Baseline Characteristics

There were 1409 patients who met the inclusion criteria for this study, of which 124 were excluded due to the exclusion criteria. Finally, 1285 patients were included in this study. The clinical and pathologic characteristics of patients were listed in Table 1. There were 389 (30.3%) male and 896 (69.7%) female patients in total with a median age of 80 (IQR, 75–84 years) at the time of diagnosis. 770 patients (59.9%) had comorbidities preoperatively. 334 patients (26.0%) had two or more than two kinds of comorbidities. Hypertension (43.5%) and diabetes (16.4%) were the most common comorbidities. COPD (3.8%) and congestive heart failure (2.8%) also constituted a small amount of comorbidities. Eventually, 70 (5.4%) patients developed POP, of which 30 (42.9%) were male and 40 (57.1%) were female.

Comparison of the Clinicopathological Features Between Patients With and Without POP

Compared to patients without POP, those with POP had more older age individuals (82.0 vs. 79.0, P = .002), a higher portion of male sex (42.9% vs. 29.5%, P = .022), a higher portion of patients who had an ASA classification higher than grade 2 (61.4% vs. 26.9%, P < .001), more individuals who had at least two kinds of comorbidities (72.9% vs. 23.3%, P < .001), more dependent functional status (47.1% vs. 21.3%, P < .001) and more preoperative hypoproteinemia (55.7% vs. 36.1%, P = .001), a higher rate of diabetes (28.6% vs. 15.7%, P = .009), more COPD (28.6% vs. 2.39%, P < .001), more congestive heart failure (30.0% vs. 1.23%, P < .001), more postoperative ICU stay (30.0% vs. 16.3%, p  = .006). (Table 1).
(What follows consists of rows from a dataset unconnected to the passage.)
def test_window_series_are_bucketed_to_a_point_budget(synth):
    lake, _ = synth
    full = vw.ratio_series(lake, "L1-U03")
    small = vw.ratio_series(lake, "L1-U03", max_points=100)
    assert full.height > 1000 and 50 <= small.height <= 101
    assert small["ratio_error"].mean() == pytest.approx(full["ratio_error"].mean(), rel=0.05)
    p = vw.power_series(lake, "L1-U01", max_points=200)
    assert p["efficiency"].drop_nulls().len() > 0 and set(p["method"]) == {"measured"}
    p2 = vw.power_series(lake, "L1-U02", max_points=200)
    assert p2["efficiency"].drop_nulls().len() == 0 and p2["power_resid_pct"].len() > 0
    assert vw.temperature_series(lake, "L1-U01", max_points=50).height <= 51


def test_bucketed_commanded_ratio_is_a_set_point_that_was_commanded():
    # three windows per bucket commanded 2.0, 2.0 and 3.0: an average (2.33) was never
    # commanded; the series gives a commanded value and the range, and the chart a band
    import duckdb

    from fleetwatch import charts as ch

    t0 = dt.datetime(2026, 3, 2, tzinfo=dt.timezone.utc)
    n = 600
    cmd = [(2.0, 2.0, 3.0)[i % 3] for i in range(n)]
    w = pl.DataFrame({
        "unit_id": ["U1"] * n,
        "window_start": [t0 + dt.timedelta(minutes=10 * i) for i in range(n)],
        "steady_samples": [60] * n, "ratio_cmd_mean": cmd,
        "ratio_act_mean": [c * 1.02 for c in cmd], "ratio_error": [0.02] * n})
    con = duckdb.connect()
    con.register("windows", w)
    r = vw.ratio_series(con, "U1", max_points=100)
    assert r.height < n
    assert set(r["ratio_cmd"].to_list()) <= {2.0, 3.0}
    assert (r["ratio_cmd_lo"] == 2.0).all() and (r["ratio_cmd_hi"] == 3.0).all()
    assert r["ratio_act"].mean() == pytest.approx(sum(cmd) / n * 1.02, rel=0.01)
    spec = ch.ratio_chart(r).to_dict()
    marks = [m.get("mark", {}) for m in spec["vconcat"][0]["layer"]]
    assert any(isinstance(m, dict) and m.get("type") == "area" for m in marks)
    # one window per point: no range, no band
    one = vw.ratio_series(con, "U1", max_points=10_000)
    assert one.height == n and (one["ratio_cmd_lo"] == one["ratio_cmd_hi"]).all()
    assert "layer" not in ch.ratio_chart(one).to_dict()["vconcat"][0]


def test_buckets_are_round_lengths_within_the_point_budget():
    day = 86400
    assert vw.bucket_seconds(90 * day, 300) == 8 * 3600          # 270 points of 8 h
    assert vw.bucket_seconds(30 * day, 300) == 3 * 3600
    assert vw.bucket_seconds(365 * day, 300) == 2 * day
    assert vw.bucket_seconds(3650 * day, 100) == 3650 * day // 100   # past the list: exact
    for span in (3600, 7 * day, 63 * day, 400 * day):
        for pts in (50, 300, 2000):
            b = vw.bucket_seconds(span, pts)
            assert span / b <= pts and (b in vw.NICE_BUCKETS_S or b > 14 * day)


def test_bucketed_series_start_on_round_utc_times(synth):
    lake, _ = synth
    r = vw.ratio_series(lake, "L1-U03", max_points=100)
    step = vw.bucket_seconds((r["ts"].max() - r["ts"].min()).total_seconds(), 100)
    assert all(int(t.timestamp()) % step == 0 for t in r["ts"].to_list())


def test_fleet_slip_distribution_quantiles(synth):
    lake, truth = synth
    d = vw.fleet_slip_distribution(lake)
    assert d.height == 9 and d["units"].max() == 16
    for r in d.iter_rows(named=True):
        assert r["p10"] <= r["p25"] <= r["p50"] <= r["p75"] <= r["p90"] <= r["max"]
    assert d["max"][-1] > 0.04          # the wear unit near its limit in the last week
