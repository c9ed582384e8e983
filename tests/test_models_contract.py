"""One contract test for every model class: scikit-learn's estimator contract (style.md 9)
and the run_models stage contract (schema.py tables, no writer lock)."""
from __future__ import annotations

import datetime as dt

import numpy as np
import polars as pl
import pytest
from sklearn.base import clone
from sklearn.exceptions import NotFittedError
from sklearn.utils.estimator_checks import (check_get_params_invariance,
                                            check_no_attributes_set_in_init,
                                            check_parameters_default_constructible,
                                            check_set_params)

from fleetwatch.errors import FleetwatchError, LakeError, ModelError
from fleetwatch.models import (HealthRules, NotFittedModelError, RelativeIsolationForest,
                               WearTrend, run_models)
from fleetwatch.schema import table

D0 = dt.date(2026, 6, 1)


def _unit_days(n_units=3, days=30, seed=0) -> pl.DataFrame:
    rng = np.random.default_rng(seed)
    rows = []
    for u in range(n_units):
        for k in range(days):
            a, b = 0.004 + rng.normal(0, 2e-4), 0.011 + rng.normal(0, 3e-4)
            rows.append({"unit_id": f"U{u}", "day": D0 + dt.timedelta(days=k), "creep_a": a,
                         "creep_b": b, "slip_at_load": a + b,
                         "power_resid_pct": rng.normal(0, 1.0), "gross_slip_events": 0,
                         "stall_events": 0, "flatline_events": 0})
    return pl.DataFrame(rows)


def _use(model, ud):
    """Call the model's scoring method (the one that needs a fitted model)."""
    if isinstance(model, RelativeIsolationForest):
        return model.score(ud)
    return model.predict(ud)


MODELS = [RelativeIsolationForest, WearTrend, HealthRules]


@pytest.mark.parametrize("cls", MODELS, ids=lambda c: c.__name__)
def test_estimator_contract(cls):
    name = cls.__name__
    est = cls()
    # sklearn's own checks that apply to estimators fitted on tables, not on X arrays
    check_parameters_default_constructible(name, est)
    check_no_attributes_set_in_init(name, est)
    check_get_params_invariance(name, est)
    check_set_params(name, est)
    params = est.get_params()
    assert params and all(not k.endswith("_") for k in params)
    # clone gives an unfitted copy with equal parameters
    ud = _unit_days()
    fitted = cls().fit(ud)
    twin = clone(fitted)
    assert twin.get_params() == fitted.get_params()
    assert not [k for k in vars(twin) if k.endswith("_")]
    # using before fit raises a ModelError that sklearn also recognises
    with pytest.raises(NotFittedError) as exc:
        _use(cls(), ud)
    assert isinstance(exc.value, NotFittedModelError)
    assert isinstance(exc.value, ModelError) and isinstance(exc.value, FleetwatchError)
    assert exc.value.exit_code == 1 and "fit" in exc.value.hint
    # fit returns self, learns attributes ending in '_', leaves the parameters alone
    est2 = cls()
    before = est2.get_params()
    assert est2.fit(ud) is est2
    learned = [k for k in vars(est2) if k.endswith("_") and not k.startswith("_")]
    assert learned
    assert est2.get_params() == before
    out = _use(est2, ud)
    assert isinstance(out, pl.DataFrame) and out.height > 0
    # set_params changes behaviour of a new fit (parameters are really used)
    if cls is WearTrend:
        assert clone(est2).set_params(min_days=25).fit(ud).predict(ud).height < out.height


# ------------------------------------------------------------------ run_models
class _FakeLake:
    """Just enough of Lake for run_models: read and overwrite; taking the lock fails."""

    def __init__(self, tables):
        self.tables = dict(tables)
        self.written = {}

    def read(self, name):
        if name not in self.tables:
            raise LakeError(f"no table {name}")
        return self.tables[name]

    def overwrite(self, name, data):
        self.written[name] = pl.from_arrow(data)
        return 1

    def writer(self, purpose):                         # analyze already holds it
        raise AssertionError("run_models must not take the writer lock")


class _Settings:
    reference_days = 14
    load_ref_nm = 1.0
    random_state = 0
    slip_limit = 0.05
    forecast_confidence = 0.9
    min_trend_days = 7
    trend_window_days = 42
    alert_horizon_days = 14.0
    watch_horizon_days = 45.0
    watch_score = 0.62
    persist_k, persist_n, clear_m = 2, 3, 3
    gross_slip_events_per_day = 3.0
    stall_repeat = 2


def test_run_models_writes_the_contract_tables_without_the_lock():
    ud = _unit_days(days=40)
    maint = pl.DataFrame({"unit_id": ["U1"], "ts": [dt.datetime(2026, 6, 25, 8,
                                                                tzinfo=dt.timezone.utc)],
                          "action": ["roller replaced"], "note": [None],
                          "resets_wear": [True], "batch_id": ["b"]})
    lake = _FakeLake({"unit_days": ud, "maintenance": maint})     # no events table
    res = run_models(lake, _Settings())
    assert set(lake.written) == {"scores", "trends", "health"}
    for name, df in lake.written.items():
        assert df.columns == table(name).column_names, name
        assert res[name] == df.height > 0
    assert res["units"] == 3 and sum(res["status_counts"].values()) == 3
    h = lake.written["health"]
    assert h.height == ud.height
    assert "wear reset" in h.filter((pl.col("unit_id") == "U1")
                                    & (pl.col("day") == dt.date(2026, 6, 25)))["reasons"][0]


def test_run_models_without_unit_days_is_a_clear_error():
    with pytest.raises(LakeError):
        run_models(_FakeLake({}), _Settings())
    empty = _unit_days().head(0)
    with pytest.raises(ModelError, match="unit_days is empty"):
        run_models(_FakeLake({"unit_days": empty}), _Settings())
Multiple Regression Analysis

The results of the univariate regression analysis were shown in Table 1. In the univariate logistic regression, male sex (P = .022), age (P = .002), preoperative cognitive impairment (P < .001), number of comorbidities ≥2 (P < .001), diabetes (P = .009), COPD (P < .001), ASA classification >2 (P < .001), preoperative hypoproteinemia (P = .001), preoperative dependent functional status (P < .001) and postoperative ICU stay (P = .006) were found to be significant predictors of POP. These factors were further filtrated by the method of LASSO. Comparatively weaker factors were eliminated so that the strength of influence of the factors was enhanced. Finally, in multiple regression analysis, COPD, number of comorbidities, ASA classification >2, preoperative dependent functional status and cognitive impairment were identified as independent risk factors of POP. (Table 2).2

Table 2.

Multiple Logistic Regression for risk factors of POP.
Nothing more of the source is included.